(TASK TO COMPLETE): Begin at the line below that contains "What every feature's". Repeat it and all remaining lines of the records exactly.

(DATA RECORDS):

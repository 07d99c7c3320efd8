import type { Logger } from "pino";
import type { contracts } from "../shared/contracts/index.ts";
import type { Clock } from "./clock.ts";
import type { Config } from "./config.ts";
import type { Connection, Db } from "./db/connection.ts";
import type { RunPool } from "./runs/run-pool.ts";

/** What every feature's handlers are made from: `create<Feature>Handlers(deps: FeatureDeps)`. */
export interface FeatureDeps {
  readonly db: Db;
  readonly clock: Clock;
  readonly runs: RunPool;
  readonly log: Logger;
}

/** Everything the application is made from; `createApp` joins it and opens nothing itself. */
export interface AppDeps {
  readonly config: Config;
  readonly connection: Connection;
  readonly clock: Clock;
  readonly runs: RunPool;
  readonly log: Logger;
  /** Folder of the built client, or null to serve the API alone. */
  readonly clientDir: string | null;
  /** The contracts to mount; tests pass changed ones to prove that the role matrix has teeth. */
  readonly contracts?: typeof contracts;
  /** Check what handlers return against the contract; tests and development. */
  readonly checkResponses?: boolean;
}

(EXPECTED ANSWER):
/** What every feature's handlers are made from: `create<Feature>Handlers(deps: FeatureDeps)`. */
export interface FeatureDeps {
  readonly db: Db;
  readonly clock: Clock;
  readonly runs: RunPool;
  readonly log: Logger;
}

/** Everything the application is made from; `createApp` joins it and opens nothing itself. */
export interface AppDeps {
  readonly config: Config;
  readonly connection: Connection;
  readonly clock: Clock;
  readonly runs: RunPool;
  readonly log: Logger;
  /** Folder of the built client, or null to serve the API alone. */
  readonly clientDir: string | null;
  /** The contracts to mount; tests pass changed ones to prove that the role matrix has teeth. */
  readonly contracts?: typeof contracts;
  /** Check what handlers return against the contract; tests and development. */
  readonly checkResponses?: boolean;
}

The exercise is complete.